** GIVEN INFORMATION follows **

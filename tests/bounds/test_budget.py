"""Budget: evaluation without overflow, rays, order, recurrences from numbers."""

from __future__ import annotations

import math
import pickle
from fractions import Fraction

import pytest

from pytest_growthbudget.bounds.budget import Budget, compare, from_recurrence, parse_budget
from pytest_growthbudget.bounds.derivation import Unsolved
from pytest_growthbudget.bounds.growth import Factor
from pytest_growthbudget.bounds.language import BoundError
from pytest_growthbudget.bounds.recurrence import Decrease, Ratio, Recurrence, Root, Shrink, Term

ONE_VARIABLE = ["1", "log n", "log log n", "n", "n log n", "n^2", "n log log n", "2^n", "n 2^n", "n!", "n^n", "sqrt(n)"]


@pytest.mark.parametrize("text", ONE_VARIABLE)
def test_log_growth_is_defined_at_every_size(text: str) -> None:
    """From 1 to beyond the floats: a number, never a NaN, never an exception."""
    budget = parse_budget(text)
    for n in (1, 1.5, 2, 3, 4, 100, 10**9, 1e300, 10**400):
        assert not math.isnan(budget.log_growth({"n": n}))


@pytest.mark.parametrize("text", ONE_VARIABLE)
def test_log_growth_never_falls(text: str) -> None:
    """Growths that rise in the limit rise from n = 1 on."""
    budget = parse_budget(text)
    values = [budget.log_growth({"n": n}) for n in (1, 2, 3, 4, 5, 8, 16, 17, 100, 1000, 10**6, 10**12)]
    assert values == sorted(values)


@pytest.mark.parametrize(
    ("text", "n", "expected"),
    [
        ("n log n", 1024, math.log(1024 * 10)),
        ("n^2", 1e200, 400 * math.log(10)),
        ("2^n", 1000, 1000 * math.log(2)),
        ("n!", 20, math.lgamma(21)),
        ("n! ", 1e16, 1e16 * (math.log(1e16) - 1)),
        ("n^1.5 / log n", 2**20, 30 * math.log(2) - math.log(20)),
        ("log log n", 2**16, math.log(4)),
        ("1", 7, 0.0),
        ("n log n", 0.25, 0.0),
        ("log n", 2, 0.0),
        ("log log n", 4, 0.0),
        ("log n log log n", 2**16, math.log(64)),
        ("2^n", 10**400, math.inf),
        ("n! / 2^n", 10**400, math.inf),
        ("2^n / n!", 10**400, -math.inf),
    ],
)
def test_log_growth_value(text: str, n: float, expected: float) -> None:
    """Against the formula in plain floats."""
    assert parse_budget(text).log_growth({"n": n}) == pytest.approx(expected, rel=1e-12)


def test_sums_keep_their_written_weights() -> None:
    """V + 1000 E at V = E = 7 is 7007, and logarithms count to base 2 whatever their base."""
    assert parse_budget("V + 1000 E").log_growth({"V": 7, "E": 7}) == pytest.approx(math.log(7007))
    assert parse_budget("V + E log E").log_growth({"V": 8, "E": 8}) == pytest.approx(math.log(32))
    assert parse_budget("V + E log2(E)").log_growth({"V": 8, "E": 8}) == pytest.approx(math.log(32))
    natural = parse_budget("V + E ln(E)").log_growth({"V": 8, "E": 8})
    assert natural == pytest.approx(math.log(8 + 8 * math.log(8)))
    both = parse_budget("V + E ln(3) log E").log_growth({"V": 8, "E": 8})
    assert both == pytest.approx(math.log(8 + 8 * math.log(3) * 3))
    assert parse_budget("V + E / (1 + log(2))").log_growth({"V": 8, "E": 8}) == pytest.approx(math.log(12))
    assert math.isfinite(parse_budget("V + 10^310 E").log_growth({"V": 8, "E": 8}))


@pytest.mark.parametrize(
    ("text", "moving", "expected"),
    [
        ("V + E", ["V"], "V"),
        ("V + E", ["V", "E"], "λ"),
        ("n m", ["n", "m"], "λ^2"),
        ("n m", ["m"], "m"),
        ("n m", ["n"], "n"),
        ("m log log n", ["n", "m"], "λ log log λ"),
        ("(V + E) log V", ["V", "E"], "λ log λ"),
        ("(V + E) log V", ["E"], "E"),
        ("V^2 + E", ["E"], "E"),
        ("n log n", ["n"], "n log n"),
        ("2^n m", ["n", "m"], "λ 2^λ"),
        ("n/m", ["n", "m"], "1"),
    ],
)
def test_ray(text: str, moving: list[str], expected: str) -> None:
    """The growth in one scale when some variables move together."""
    assert parse_budget(text).ray_theta(moving) == expected


def test_along_is_the_growth_on_the_ray() -> None:
    """V = 2 n, E = 3 n, and then E held at 50."""
    budget = parse_budget("V + E")
    assert budget.along({"V": 2, "E": 3}, {})(10.0) == pytest.approx(math.log(50))
    assert budget.along({"V": 2}, {"E": 50})(10.0) == pytest.approx(math.log(70))


@pytest.mark.parametrize(
    ("text", "expected"),
    [("n^100", False), ("1.01^n", True), ("n!", True), ("0.5^n", False), ("V + 2^E", True), ("log n", False)],
)
def test_exponential(text: str, expected: bool) -> None:
    """Whether some variable outruns every power."""
    assert parse_budget(text).exponential is expected


def test_recurrence_reads_as_plain_records() -> None:
    """Coefficients, arguments and toll are there to be compared with what was observed."""
    recurrence = parse_budget("T(n) = 3 T(ceil(2n/3)) + T(n/4) + n log n").recurrence
    assert recurrence is not None
    assert recurrence.terms == (
        Term(Fraction(3), Ratio(Fraction(2, 3), perturbed=True)),
        Term(Fraction(1), Ratio(Fraction(1, 4))),
    )
    assert recurrence.toll == Factor(power=Fraction(1), log=Fraction(1))
    assert (recurrence.variable, recurrence.function) == ("n", "T")


def test_equal_arguments_are_one_term() -> None:
    """T(n/2) + T(n/2) is 2 T(n/2); floor and ceiling of the same part count alike."""
    for text in ("T(n) = T(n/2) + T(n/2) + 1", "T(n) = T(floor(n/2)) + T(ceil(n/2)) + 1"):
        recurrence = parse_budget(text).recurrence
        assert recurrence is not None
        assert [term.coefficient for term in recurrence.terms] == [2]


@pytest.mark.parametrize(
    ("terms", "toll", "expected"),
    [
        ([(2, Ratio(Fraction(1, 2)))], Factor(power=Fraction(1)), "n log n"),
        ([(1, Decrease(Fraction(1)))], Factor(power=Fraction(2)), "n^3"),
        ([(2, Decrease(Fraction(1)))], None, "2^n"),
        ([(1, Root(Fraction(1, 2)))], Factor(), "log log n"),
        ([(1, Shrink(Factor(power=Fraction(1, 2))))], Factor(), "sqrt(n)"),
        ([(Fraction(1, 2), Ratio(Fraction(1, 2)))], Factor(), "1"),
    ],
)
def test_recurrence_from_numbers(
    terms: list[tuple[int | Fraction, Ratio | Decrease | Root | Shrink]], toll: Factor | None, expected: str
) -> None:
    """A recurrence built without text is solved alike."""
    assert from_recurrence(Recurrence.of(terms, toll)).theta == expected


def test_a_recurrence_from_numbers_keeps_its_variable() -> None:
    budget = from_recurrence(Recurrence.of([(2, Ratio(Fraction(1, 2)))], Factor(power=Fraction(1)), "m"))
    assert (budget.theta, budget.variables) == ("m log m", ("m",))
    assert from_recurrence(Recurrence.of([(2, Ratio(Fraction(1, 2)))])).variables == ("n",)


@pytest.mark.parametrize("coefficient", [0, -1])
def test_coefficients_that_are_not_positive_are_refused(coefficient: int) -> None:
    with pytest.raises(ValueError, match=rf"^the coefficient {coefficient} is not positive$"):
        Recurrence.of([(coefficient, Ratio(Fraction(1, 2)))])


@pytest.mark.parametrize(
    "argument",
    [
        Ratio(Fraction(0)),
        Ratio(Fraction(1)),
        Ratio(Fraction(-1, 2)),
        Decrease(Fraction(0)),
        Decrease(Fraction(-1)),
        Root(Fraction(1)),
        Root(Fraction(3, 2)),
        Root(Fraction(-1, 2)),
        Shrink(Factor()),
        Shrink(Factor(power=Fraction(-1))),
        Shrink(Factor(power=Fraction(1))),
        Shrink(Factor(power=Fraction(2))),
    ],
    ids=str,
)
def test_arguments_that_do_not_shrink_are_refused(argument: Ratio | Decrease | Root | Shrink) -> None:
    """Numbers are checked where they enter."""
    with pytest.raises(ValueError, match=r"does not shrink$") as caught:
        Recurrence.of([(1, argument)])
    assert str(caught.value) == f"the argument {argument} does not shrink"


def test_a_recurrence_without_calls_is_refused() -> None:
    with pytest.raises(ValueError, match=r"^a recurrence needs a term$"):
        Recurrence.of([])


def test_a_logarithm_as_argument_is_a_root_of_exponent_zero() -> None:
    """It is read, and refused only where it decides."""
    toll = Factor(power=Fraction(1))
    assert from_recurrence(Recurrence.of([(1, Root(Fraction(0), plain=False))], toll)).theta == "n"


def test_unsolved_numbers_say_why() -> None:
    """A mix outside the theorems is refused, not guessed."""
    recurrence = Recurrence.of([(1, Decrease(Fraction(1))), (1, Ratio(Fraction(1, 2)))], Factor())
    with pytest.raises(Unsolved, match="faster than any power"):
        from_recurrence(recurrence)


def test_budget_travels_between_processes() -> None:
    """A pickled budget is the same budget."""
    for text in ("n^log2(7) log n", "T(n) = T(n-1) + T(n-2) + n", "V + 2^E"):
        budget = parse_budget(text)
        copy: Budget = pickle.loads(pickle.dumps(budget))
        assert copy == budget
        assert compare(copy, budget) == "same"


def test_split_costs_are_in_the_steps() -> None:
    """The deepest branch of a 99 to 1 split is 69 times as long as that of halves: log 2 / log(1/0.99)."""
    steps = parse_budget("T(n) = T(0.99 n) + T(0.01 n) + n").steps
    assert any("about 69 log2 n" in step for step in steps)
    assert math.log(2) / -math.log(0.99) == pytest.approx(68.97, abs=0.01)


def test_order_is_that_of_compare() -> None:
    """Budget.order and compare agree, and refuse alike."""
    assert parse_budget("n").order(parse_budget("n log n")) == "slower"
    with pytest.raises(BoundError):
        parse_budget("V").order(parse_budget("E"))


@pytest.mark.parametrize(
    ("text", "names"),
    [("5", [["n"]]), ("T(m) = T(m-1)", [["m"]]), ("1 + E / V", [["E"], ["E", "V"]]), ("V + E W", [["V"], ["E", "W"]])],
)
def test_every_term_names_a_size(text: str, names: list[list[str]]) -> None:
    """A constant is one in the first size, or in n."""
    assert [list(term) for term in parse_budget(text).terms()] == names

** End of GIVEN INFORMATION **

## TASK DESCRIPTION
The lines above, from the first through the one containing "import pytest", must be restated word for word, with nothing added.

## EXPECTED ANSWER
filename tests/bounds/test_budget.py
"""Budget: evaluation without overflow, rays, order, recurrences from numbers."""

from __future__ import annotations

import math
import pickle
from fractions import Fraction

import pytest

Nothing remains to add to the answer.